The HZDS immediately criticised Palko's comments about Mečiar, saying they were part of a "long-term and until now ungrounded criminalisation of political opponents," in an official statement signed by HZDS deputy chair Rudolf Žiak.

"[Coming one day] before the upcoming municipal elections [which took place December 6-7] this is a clear attempt to manipulate public opinion against the strongest opposition party," the statement said.

Lexa's lawyers, meanwhile, alleged that certain underworld figures were used as witnesses against Lexa in return for unspecified rewards.

Lexa's former lawyer Juraj Trokan said: "According to our information there has been an effort to promise rewards to people from the underworld if they speak out [against Lexa]."

Recently, two alleged mafia bosses - Ľuboš Ferus and Mikuláš Černák - were released from custody and jail respectively, leading some media to speculate that they provided information that led to the arrest of Lexa. Palko, however, categorically denied the allegations.

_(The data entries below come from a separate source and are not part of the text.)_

// pcasweep/solve/basis.hpp — the result of a solve, as a value.
//
// Contract: components are orthonormal columns sorted by decreasing
// eigenvalue, each with a deterministic sign (its largest-magnitude entry is
// positive; on a tie the first such entry). Eigenvalues are of the sample
// covariance (divide by N−1) in the samples' native units. total_variance is
// the trace of that covariance, computed directly from the data, so it is
// known even when only r < d eigenvalues were computed. How the basis was
// solved (solver, precision, diagnostics) is kept apart, in a SolveReport
// (solve/solve_report.hpp).
#pragma once

#include <Eigen/Dense>

namespace pcasweep {

struct Basis {
  Eigen::VectorXd mean;          // d
  Eigen::MatrixXd components;    // d×r, orthonormal columns
  Eigen::VectorXd eigenvalues;   // r, decreasing, >= 0
  double total_variance = 0.0;   // trace of the covariance (sum over all d variables)
  Eigen::VectorXd variable_variances;  // d, the covariance's diagonal
  Eigen::Index observation_count = 0;  // N

  Eigen::Index dimension() const { return mean.size(); }
  Eigen::Index rank() const { return eigenvalues.size(); }
  // True when every eigenvalue is known (r == d).
  bool complete() const { return rank() == dimension(); }
};

// Flips each column of `components` (d×r) so its largest-magnitude entry is positive.
void apply_sign_convention(Eigen::MatrixXd& components);

// Proportion of total variance per computed component: eigenvalues / total_variance. Size r.
Eigen::VectorXd proportions(const Basis& basis);

// Cumulative proportion after each computed component. Size r.
Eigen::VectorXd cumulative_proportions(const Basis& basis);

// Variance beyond the computed rank: total_variance − Σ eigenvalues, clamped
// at 0 (0 for a complete basis up to round-off). Returns a scalar in sample units².
double variance_beyond_rank(const Basis& basis);

}  // namespace pcasweep
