Eigen::MatrixXd gaussian_matrix(Eigen::Index rows, Eigen::Index cols, std::uint64_t seed) {
  Eigen::MatrixXd g(rows, cols);
  const std::uint64_t key = splitmix64(seed ^ 0x5eed5eed5eed5eedULL);
  const std::int64_t total = std::int64_t(rows) * cols;
  const std::int64_t pairs = (total + 1) / 2;
  double* out = g.data();
#pragma omp parallel for schedule(static)
  for (std::int64_t pair = 0; pair < pairs; ++pair) {
    // Box–Muller (1958): two independent normals from two uniforms.
    const std::uint64_t a = splitmix64(key ^ splitmix64(2 * std::uint64_t(pair)));
    const std::uint64_t b = splitmix64(key ^ splitmix64(2 * std::uint64_t(pair) + 1));
    const double radius = std::sqrt(-2.0 * std::log(open_unit(a)));
    const double angle = 2.0 * std::numbers::pi * open_unit(b);
    out[2 * pair] = radius * std::cos(angle);
    if (2 * pair + 1 < total) out[2 * pair + 1] = radius * std::sin(angle);
  }
  return g;
}

Eigen::MatrixXd orthonormalize_householder(Eigen::MatrixXd& M) {
  const Eigen::Index m = M.rows(), l = M.cols();
  Eigen::HouseholderQR<Eigen::MatrixXd> qr(M);
  Eigen::MatrixXd r = qr.matrixQR().topRows(l).triangularView<Eigen::Upper>();
  M = qr.householderQ() * Eigen::MatrixXd::Identity(m, l);
  return r;
}

Eigen::MatrixXd orthonormalize(Eigen::MatrixXd& M, bool* fell_back) {
  // CholeskyQR2 (Fukaya, Nakatsukasa, Yanagisawa & Yamamoto, 2014): two
  // rounds of Gram → Cholesky → triangular solve. It is stable while
  // cond(M) stays well below u^(-1/2) ≈ 1e8; we fall back to Householder QR
  // when a factor's diagonal spread (a lower bound on cond) exceeds 1e5 or
  // the second Gram matrix is visibly not the identity.
  const Eigen::Index l = M.cols();
  // One round; `max_off_identity` bounds |G − I| (lower triangle) before the Cholesky.
  const auto cholesky_round = [&](Eigen::MatrixXd& block, Eigen::MatrixXd& r, double max_off_identity) {
    Eigen::MatrixXd gram = Eigen::MatrixXd::Zero(l, l);
    gram.selfadjointView<Eigen::Lower>().rankUpdate(block.transpose());
    const Eigen::MatrixXd off = (gram - Eigen::MatrixXd::Identity(l, l)).triangularView<Eigen::Lower>();
    if (!(off.cwiseAbs().maxCoeff() < max_off_identity)) return false;
    Eigen::LLT<Eigen::MatrixXd> llt(gram);
    if (llt.info() != Eigen::Success) return false;
    r = llt.matrixU();
    const Eigen::VectorXd diag = r.diagonal().cwiseAbs();
    if (!(diag.minCoeff() > 1e-5 * diag.maxCoeff())) return false;
    r.triangularView<Eigen::Upper>().solveInPlace<Eigen::OnTheRight>(block);
    return true;
  };
  Eigen::MatrixXd first = M, r1, r2;
  const bool ok = cholesky_round(first, r1, std::numeric_limits<double>::infinity()) && cholesky_round(first, r2, 0.1);
  if (fell_back) *fell_back = !ok;
  if (!ok) return orthonormalize_householder(M);
  M = std::move(first);
  return (r2 * r1).triangularView<Eigen::Upper>();
}

namespace {
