#include "solve/operator.hpp"

#include <algorithm>
#include <cmath>
#include <limits>
#include <omp.h>

#include "core/error.hpp"

namespace pcasweep {

namespace {
// Column means and sums of squares about them of X (N×d, any scalar),
// accumulated in double column by column (contiguous in memory), in one pass:
// Σ(x − x₀) and Σ(x − x₀)² about the column's first entry x₀, which takes
// the offset out before squaring (the shifted-data algorithm, Chan, Golub &
// LeVeque, Am. Stat. 37(3), 1983), then μ = x₀ + S₁/N and Σ(x − μ)² = S₂ − S₁²/N.
// `omp simd` lets the two sums vectorise (it permits reassociating them).
template <class Matrix>
void column_moments(const Matrix& X, Eigen::VectorXd& mean, Eigen::VectorXd& sums) {
  const Eigen::Index n = X.rows();
  mean.resize(X.cols());
  sums.resize(X.cols());
#pragma omp parallel for schedule(static)
  for (Eigen::Index j = 0; j < X.cols(); ++j) {
    const auto* x = X.col(j).data();
    const double x0 = n > 0 ? double(x[0]) : 0.0;
    double s1 = 0.0, s2 = 0.0;
#pragma omp simd reduction(+ : s1, s2)
    for (Eigen::Index i = 0; i < n; ++i) {
      const double v = double(x[i]) - x0;
      s1 += v;
      s2 += v * v;
    }
    mean(j) = x0 + s1 / double(n);
    sums(j) = std::max(0.0, s2 - s1 * s1 / double(n));
  }
}

// Runs block(b, partial, scratch) for b in 0..blocks−1 across the threads,
// each thread adding into its own rows×cols partial sum and reusing its own
// scratch matrix between blocks; returns the sum of the partials.
template <class Block>
Eigen::MatrixXd sweep(Eigen::Index blocks, Eigen::Index rows, Eigen::Index cols, Block&& block) {
  const int threads = std::max(1, std::min<int>(omp_get_max_threads(), int(blocks)));
  std::vector<Eigen::MatrixXd> partial(threads, Eigen::MatrixXd::Zero(rows, cols));
#pragma omp parallel num_threads(threads)
  {
    Eigen::MatrixXd& mine = partial[omp_get_thread_num()];
    Eigen::MatrixXd scratch;
#pragma omp for schedule(static)
    for (Eigen::Index b = 0; b < blocks; ++b) block(b, mine, scratch);
  }
  for (int t = 1; t < threads; ++t) partial[0] += partial[t];
  return std::move(partial[0]);
}

// Rows per block when centring on the fly: big enough for fast GEMM, small
// enough that a block of 192 variables stays in cache-friendly sizes.
constexpr Eigen::Index kBlockRows = 2048;

// The scatter (X − 1·shiftᵀ)ᵀ(X − 1·shiftᵀ), d×d, of X (N×d, any scalar;
// shift: d). Blocks of rows are widened to double and shifted into each
// thread's scratch buffer and accumulated: no centred copy of X, and no
// cancellation from AᵀA − N·μμᵀ.
template <class Matrix>
Eigen::MatrixXd blocked_scatter(const Matrix& X, const Eigen::VectorXd& shift) {
  const Eigen::Index n = X.rows(), d = X.cols();
  Eigen::MatrixXd total =
      sweep((n + kBlockRows - 1) / kBlockRows, d, d, [&](Eigen::Index b, Eigen::MatrixXd& part, Eigen::MatrixXd& block) {
        const Eigen::Index start = b * kBlockRows;
        block = X.middleRows(start, std::min(kBlockRows, n - start)).template cast<double>();
        block.rowwise() -= shift.transpose();
        part.selfadjointView<Eigen::Lower>().rankUpdate(block.transpose());
      });
  total.triangularView<Eigen::StrictlyUpper>() = total.transpose();
  return total;
}

// Rows (or columns) per block of a fused sweep: the block (512×1024 floats,
// 2 MiB) stays in cache between its two products; 128 to 1024 measured alike.
constexpr Eigen::Index kSweepBlock = 512;
}  // namespace

Eigen::MatrixXd CenteredOperator::apply_normal(const Eigen::MatrixXd& w, Eigen::MatrixXd& y) const {
  y = apply(w);
  return apply_transpose(y);
}

Eigen::MatrixXd CenteredOperator::apply_normal_transpose(const Eigen::MatrixXd& w, Eigen::MatrixXd& y) const {
  y = apply_transpose(w);
  return apply(y);
}

DenseOperator::DenseOperator(const Eigen::MatrixXd& X) : X_(X) {
  // Column means, accumulated in double column by column (contiguous in memory).
  mean_.resize(X.cols());
#pragma omp parallel for schedule(static)
  for (Eigen::Index j = 0; j < X.cols(); ++j) mean_(j) = X.col(j).mean();
}

Eigen::MatrixXd DenseOperator::apply(const Eigen::MatrixXd& omega) const {
  // A_c·Ω = A·Ω − 1·(μᵀΩ): the centring costs one row vector. The result
  // starts as −1·(μᵀΩ) and the product is accumulated onto it (GEMM with
  // β = 1), so no separate zeroing or subtraction pass over N×l is made.
  Eigen::MatrixXd y(X_.rows(), omega.cols());
  y.rowwise() = -(mean_.transpose() * omega);
  y.noalias() += X_ * omega;
  return y;
}

Eigen::MatrixXd DenseOperator::apply_transpose(const Eigen::MatrixXd& y) const {
  // A_cᵀ·Y = AᵀY − μ·(1ᵀY), accumulated onto the rank-one term as above.
  Eigen::MatrixXd z = -mean_ * y.colwise().sum();
  z.noalias() += X_.transpose() * y;
  return z;
}

Eigen::MatrixXd DenseOperator::scatter() const { return blocked_scatter(X_, mean_); }

Eigen::VectorXd DenseOperator::column_sums_of_squares() const {
  Eigen::VectorXd s(X_.cols());
#pragma omp parallel for schedule(static)
  for (Eigen::Index j = 0; j < X_.cols(); ++j) s(j) = (X_.col(j).array() - mean_(j)).square().sum();
  return s;
}

SingleOperator::SingleOperator(const Eigen::MatrixXd& X) : owned_(X.cast<float>()), X_(&owned_) {
  column_moments(X, mean_, sums_);
}

SingleOperator::SingleOperator(const Eigen::MatrixXf& X) : X_(&X) { column_moments(X, mean_, sums_); }

double SingleOperator::offset_ratio() const {
  const double centred = sums_.sum();
  if (!(centred > 0.0)) return std::numeric_limits<double>::infinity();
  return std::sqrt((centred + double(X_->rows()) * mean_.squaredNorm()) / centred);
}

double SingleOperator::unit_roundoff() const { return kSingleRoundoff * offset_ratio(); }

Eigen::MatrixXd SingleOperator::apply(const Eigen::MatrixXd& omega) const {
  // A_c·Ω = A·Ω − 1·(μᵀΩ): the product in float, the centring term in double.
  Eigen::MatrixXd y(X_->rows(), omega.cols());
  y.rowwise() = -(mean_.transpose() * omega);
  y += (*X_ * omega.cast<float>()).cast<double>();
  return y;
}

Eigen::MatrixXd SingleOperator::apply_transpose(const Eigen::MatrixXd& y) const {
  // A_cᵀ·Y = AᵀY − μ·(1ᵀY), likewise.
  Eigen::MatrixXd z = -mean_ * y.colwise().sum();
  z += (X_->transpose() * y.cast<float>()).cast<double>();
  return z;
}

Eigen::MatrixXd SingleOperator::apply_normal(const Eigen::MatrixXd& w, Eigen::MatrixXd& y) const {
  // Blocks of rows R_b: Y_b = R_b·W − 1·(μᵀW) (centred in double), then
  // A_cᵀ·Y = Σ_b R_bᵀ·Y_b − μ·(1ᵀY), the sum in double.
  const Eigen::Index n = X_->rows(), d = X_->cols(), l = w.cols();
  const Eigen::MatrixXf wf = w.cast<float>();
  const Eigen::RowVectorXd shift = mean_.transpose() * w;
  y.resize(n, l);
  Eigen::MatrixXd z = sweep((n + kSweepBlock - 1) / kSweepBlock, d, l, [&](Eigen::Index b, Eigen::MatrixXd& part, Eigen::MatrixXd&) {
    const Eigen::Index start = b * kSweepBlock, count = std::min(kSweepBlock, n - start);
    const auto rows = X_->middleRows(start, count);
    auto yb = y.middleRows(start, count);
    yb = (rows * wf).cast<double>();
    yb.rowwise() -= shift;
    part += (rows.transpose() * yb.cast<float>()).cast<double>();
  });
  z.noalias() -= mean_ * y.colwise().sum();
  return z;
}

Eigen::MatrixXd SingleOperator::apply_normal_transpose(const Eigen::MatrixXd& w, Eigen::MatrixXd& y) const {
  // Blocks of columns C_b (contiguous): Y_b = C_bᵀ·W − μ_b·(1ᵀW), then
  // A_c·Y = Σ_b C_b·Y_b − 1·(μᵀY).
  const Eigen::Index n = X_->rows(), d = X_->cols(), l = w.cols();
  const Eigen::MatrixXf wf = w.cast<float>();
  const Eigen::RowVectorXd total = w.colwise().sum();
  y.resize(d, l);
  Eigen::MatrixXd z = sweep((d + kSweepBlock - 1) / kSweepBlock, n, l, [&](Eigen::Index b, Eigen::MatrixXd& part, Eigen::MatrixXd&) {
    const Eigen::Index start = b * kSweepBlock, count = std::min(kSweepBlock, d - start);
    const auto cols = X_->middleCols(start, count);
    auto yb = y.middleRows(start, count);
    yb = (cols.transpose() * wf).cast<double>();
    yb.noalias() -= mean_.segment(start, count) * total;
    part += (cols * yb.cast<float>()).cast<double>();
  });
  z.rowwise() -= mean_.transpose() * y;
  return z;
}

Eigen::MatrixXd SingleOperator::scatter() const { return blocked_scatter(*X_, mean_); }

Precision parse_precision(const std::string& text) {
  if (text == "double") return Precision::double_precision;
  if (text == "single") return Precision::single_precision;
  throw usage_error("--precision takes double or single, not '" + text + "'");
}

const char* text_of(Precision precision) {
  return precision == Precision::single_precision ? "single" : "double";
}

}  // namespace pcasweep
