#include "solve/basis.hpp"

#include <algorithm>
#include <cmath>

namespace pcasweep {

void apply_sign_convention(Eigen::MatrixXd& components) {
  for (Eigen::Index j = 0; j < components.cols(); ++j) {
    Eigen::Index best = 0;
    double best_abs = -1.0;
    for (Eigen::Index i = 0; i < components.rows(); ++i) {
      // A relative margin keeps the choice stable against round-off between
      // entries of (nearly) equal magnitude: the first one wins.
      const double a = std::abs(components(i, j));
      if (a > best_abs * (1.0 + 1e-9)) {
        best_abs = a;
        best = i;
      }
    }
    if (components(best, j) < 0.0) components.col(j) *= -1.0;
  }
}

Eigen::VectorXd proportions(const Basis& basis) {
  if (basis.total_variance <= 0.0) return Eigen::VectorXd::Zero(basis.rank());
  return basis.eigenvalues / basis.total_variance;
}

Eigen::VectorXd cumulative_proportions(const Basis& basis) {
  Eigen::VectorXd p = proportions(basis);
  for (Eigen::Index i = 1; i < p.size(); ++i) p(i) += p(i - 1);
  return p;
}

double variance_beyond_rank(const Basis& basis) {
  return std::max(0.0, basis.total_variance - basis.eigenvalues.sum());
}

}  // namespace pcasweep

"Absolutely not," he said, when asked whether police convinced mafia figures to testify against Lexa in return for their freedom.

The alleged Nitra region underworld boss Ferus was allegedly seen on the crime scene of the Remiáš murder, while Ferus's lawyer, Ladislav Kuruc, was photographed this autumn in a Bratislava cafe sitting at a table with Lexa. Ferus, however, denied that he had ever had any dealings with Lexa and said he had never even met Lexa in person.

Černák, the alleged underworld boss of central Slovakia's Banská Bystrica region, was released three weeks ago after serving half of his jail term for extortion and a number of other crimes including tax evasion. On his release he was transported straight from jail to an unknown place, where he gave testimony on an unspecified matter at his own request.

Palko refused to comment on these two figures in relation to the Lexa arrest.

"I see no reason to comment on [the allegations that Černák testified against Lexa] to unnecessarily raise his importance," said Palko, and later repeated the same statement of Ferus.

He added, however, that Černák was not under police protection. The minister also said that the charges against Lexa had been supported by "dozens of testimonies from witnesses, of which nearly 10 are secret witnesses".

The minister also said that he expected complications to arise while the case was being solved because "what we are facing now is not just one man who had power and committed crimes," Palko said.

"What we are facing is a large group of people who have no scruples and have hundreds of millions of crowns to try to influence the matter through illegal means.

"For years we have been trying to deal with state terrorism, with the president's son's kidnapping and the murders that followed in an attempt to cover up that crime," said Palko.